The solution is to place the vertex coordinate vectors in the matrix columns i.e.

```
M = [v_0, v_1, ..., v_n] = [[x_0, x_1, ...., x_n],
[y_0, y_1, ...., y_n],
[z_0, y_1, ...., y_n],
[ 1 , 1 , ...., 1 ]]
```

Note that we are using homogenous coordinates, hence vectors need to be 4 dimensional where the first three elements are the coordinates (x,y,z), and the fourth is either 1 (if we are multiplying position vectors) or 0 if they are directional vectors (e.g. normals, however, certain considerations need to be taken in if they are directional unit vectors).

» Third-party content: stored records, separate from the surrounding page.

import { isLoadRange } from "../load-range";
import { endOf, endsChunk, numAt, punctAt, skipPunct, startOf, wordAt, type Draft, type Reader } from "./reader";

// The record… functions take the characters [start, end) a mark was read from, so that the token
// readers here and the shortcut in `usual-marks.ts` record a mark the same way.

/** Records a load range; the letter must be a known one. */
export function recordLoadRange(d: Draft, letter: string, start: number, end: number): void {
  if (!isLoadRange(letter)) {
    d.warnings.push(`Load range ${letter} is not a known load range (B to N).`);
    d.spans.push({ part: "unread", start, end });
    return;
  }
  if (d.loadRange !== null && d.loadRange !== letter) {
    d.warnings.push(`Two load ranges are marked (${d.loadRange} and ${letter}); ${d.loadRange} is used.`);
  }
  d.loadRange ??= letter;
  d.spans.push({ part: "loadRange", start, end });
}

/** Records a load range read from tokens [from, to). */
export function setLoadRange(r: Reader, letter: string, from: number, to: number): void {
  recordLoadRange(r.draft, letter, startOf(r, from), endOf(r, to));
}

/** "LOAD RANGE E", "LR E", "LR-E", "LRE". */
export function readLoadRange(r: Reader, i: number): number {
  const w = wordAt(r, i);
  let j: number;
  let letter: string | undefined;
  if (w === "LOAD" && wordAt(r, i + 1) === "RANGE") {
    j = skipPunct(r, i + 2, ":-");
    letter = wordAt(r, j++);
  } else if (w === "LR") {
    j = skipPunct(r, i + 1, ":-");
    letter = wordAt(r, j++);
  } else if (w?.length === 3 && w.startsWith("LR")) {
    j = i + 1;
    letter = w[2];
  } else {
    return 0;
  }
  if (letter?.length !== 1 || !endsChunk(r, j)) return 0;
  setLoadRange(r, letter, i, j);
  return j;
}

/**
 * A lone load-range letter after a light-truck, trailer or inch-width size: "LT265/75R16 123/120S E",
 * "ST205/75R15 107/102M D", "11R22.5 146/143L G". ST and truck tires carry load ranges as LT tires
 * do (TRA, common practice); metric sizes without a prefix have none.
 */
export function readLoneLoadRange(r: Reader, i: number): number {
  const w = wordAt(r, i);
  const size = r.draft.size;
  const rangedSize = size !== null && (size.prefix === "LT" || size.prefix === "ST" || size.kind !== "metric");
  if (!rangedSize || w?.length !== 1 || !isLoadRange(w) || !endsChunk(r, i + 1)) return 0;
  setLoadRange(r, w, i, i + 1);
  return i + 1;
}

/** "10PR", "10 PLY", "10-ply", "10 PLY RATING". */
export function readPlyRating(r: Reader, i: number): number {
  const n = numAt(r, i);
  if (!n?.plain) return 0;
  let j = skipPunct(r, i + 1, "-");
  const w = wordAt(r, j);
  if (w !== "PR" && w !== "PLY") return 0;
  j++;
  if (wordAt(r, j) === "RATING") j++;
  if (!endsChunk(r, j)) return 0;
  recordPlyRating(r.draft, r.input, n.value, startOf(r, i), endOf(r, j));
  return j;
}

/** Records a ply rating of `value` written in [start, end) of `input`. */
export function recordPlyRating(d: Draft, input: string, value: number, start: number, end: number): void {
  if (value < 2 || value > 40) {
    d.warnings.push(`"${input.slice(start, end)}" is not a usual ply rating (2 to 40).`);
    d.spans.push({ part: "unread", start, end });
    return;
  }
  if (d.plyRating !== null && d.plyRating !== value) {
    d.warnings.push(`Two ply ratings are marked (${d.plyRating} and ${value}); ${d.plyRating} is used.`);
  }
  d.plyRating ??= value;
  d.spans.push({ part: "plyRating", start, end });
}

export function recordLoadType(d: Draft, type: "SL" | "XL", start: number, end: number): void {
  if (d.loadType !== null && d.loadType !== type) {
    d.warnings.push("Both standard load (SL) and extra load (XL) are marked; extra load is used.");
  }
  if (d.loadType !== "XL") d.loadType = type;
  d.spans.push({ part: "loadType", start, end });
}

export function recordRunFlat(d: Draft, start: number, end: number): void {
  d.runFlat = true;
  d.spans.push({ part: "runFlat", start, end });
}

/** "RF" reads as reinforced once a service description has been read, and as run-flat before one (in or right after the size). */
export function recordRf(d: Draft, start: number, end: number): void {
  if (d.service) recordLoadType(d, "XL", start, end);
  else recordRunFlat(d, start, end);
}

export function recordWinter(d: Draft, mark: "mudAndSnow" | "threePeak", start: number, end: number): void {
  // Each field by its name: a write by a computed key is slow.
  if (mark === "mudAndSnow") d.mudAndSnow = true;
  else d.threePeak = true;
  d.spans.push({ part: "winter", start, end });
}

/** "XL", "Extra Load", "Reinforced", "SL", "Standard Load", and "RF" (see `recordRf`). */
export function readLoadType(r: Reader, i: number): number {
  const w = wordAt(r, i);
  const next = wordAt(r, i + 1);
  let to = i + 1;
  let type: "SL" | "XL" | "RF";
  if (w === "XL" || w === "REINFORCED" || w === "REINF") type = "XL";
  else if (w === "SL") type = "SL";
  else if (w === "RF") type = "RF";
  else if (w === "EXTRA" && next === "LOAD") [type, to] = ["XL", i + 2];
  else if (w === "STANDARD" && next === "LOAD") [type, to] = ["SL", i + 2];
  else return 0;
  if (!endsChunk(r, to)) return 0;
  if (type === "RF") recordRf(r.draft, startOf(r, i), endOf(r, to));
  else recordLoadType(r.draft, type, startOf(r, i), endOf(r, to));
  return to;
}

/** "RFT", "Runflat", "Run Flat", "Run-Flat". */
export function readRunFlat(r: Reader, i: number): number {
  const w = wordAt(r, i);
  let to = 0;
  if (w === "RFT" || w === "RUNFLAT") to = i + 1;
  else if (w === "RUN") {
    const j = skipPunct(r, i + 1, "-");
    if (wordAt(r, j) === "FLAT") to = j + 1;
  }
  if (to === 0 || !endsChunk(r, to)) return 0;
  recordRunFlat(r.draft, startOf(r, i), endOf(r, to));
  return to;
}

function setWinter(r: Reader, mark: "mudAndSnow" | "threePeak", from: number, to: number): number {
  recordWinter(r.draft, mark, startOf(r, from), endOf(r, to));
  return to;
}

/** "M+S", "M/S", "M&S", "MS", "Mud and Snow". */
export function readMudAndSnow(r: Reader, i: number): number {
  const w = wordAt(r, i);
  let to = 0;
  if (w === "MS") to = i + 1;
  else if (w === "M" && "+/&".includes(punctAt(r, i + 1) ?? "x") && wordAt(r, i + 2) === "S") to = i + 3;
  else if (w === "MUD" && (wordAt(r, i + 1) === "AND" || "+&".includes(punctAt(r, i + 1) ?? "x"))) {
    if (wordAt(r, i + 2) === "SNOW") to = i + 3;
  }
  return to > 0 && endsChunk(r, to) ? setWinter(r, "mudAndSnow", i, to) : 0;
}

/** "3PMSF", "3 PMSF", "three-peak mountain snowflake", "3 peak mountain snow flake". */
export function readThreePeak(r: Reader, i: number): number {
  const three = wordAt(r, i) === "THREE" || numAt(r, i)?.text === "3";
  if (!three) return 0;
  let j = skipPunct(r, i + 1, "-");
  const w = wordAt(r, j);
  if (w === "PMSF") j++;
  else if (w === "PEAK" || w === "PEAKS") {
    j = skipPunct(r, j + 1, "-");
    if (wordAt(r, j++) !== "MOUNTAIN") return 0;
    const flake = wordAt(r, j++);
    if (flake === "SNOW" && wordAt(r, j) === "FLAKE") j++;
    else if (flake !== "SNOWFLAKE") return 0;
  } else return 0;
  return endsChunk(r, j) ? setWinter(r, "threePeak", i, j) : 0;
}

So the datablock for M could be constructed as:

```
M = np.ones([4, len(obj.data.vertices)], dtype=np.float32)
```

And the columns could be filled in some manor e.g. a possible simple solution is:

```
for i in len(obj.data.vertices):
M[0:3, i] = obj.data.vertices[i]
```

Note, there are many ways to fill the 2D array and you might be able to make a better solution (fyi mine may not work as i didn’t test it). For example, your current ‘coords’ array could be transposed and appended with a 4:th row filled with ones, something like:

```
M[0:3,:] = coords.T
```

I’m pretty sure above would yield correct result, and i think is more efficient compared to the same solution below (my knowledge of numpy data views is limited):

```
M[0:3,:] = np.transpose(coords)
```

Finally, to multiply the data you just use:

```
world_coords = np.matmul(obj.matrix_world, M)
```

which will give you the coordinates in world space as defined by the 4x4 matrix: ‘obj.matrix_world’

in the same format as M i.e.

```
world_coords = [v_0, v_1, ... , v_n]
```

To get the i:th 3D coordinate vector just do:

```
v_i = world_coords[0:3, i]
```

From here i think i hinted at a solution to your current problem, so depending on your next step you could remove the fourth row, creating a 3xn matrix/array. If you need to apply more transformations after modifying the data, keeping the fourth dimension could be preferable as 4x4 transformations could be applied without modyfying the array once again, and could be more efficient. I’m unsure of the extent of the performance gains if numpy is only used to transform the data, as the gain would probably be related to how efficient you can get a matrix on the form of M.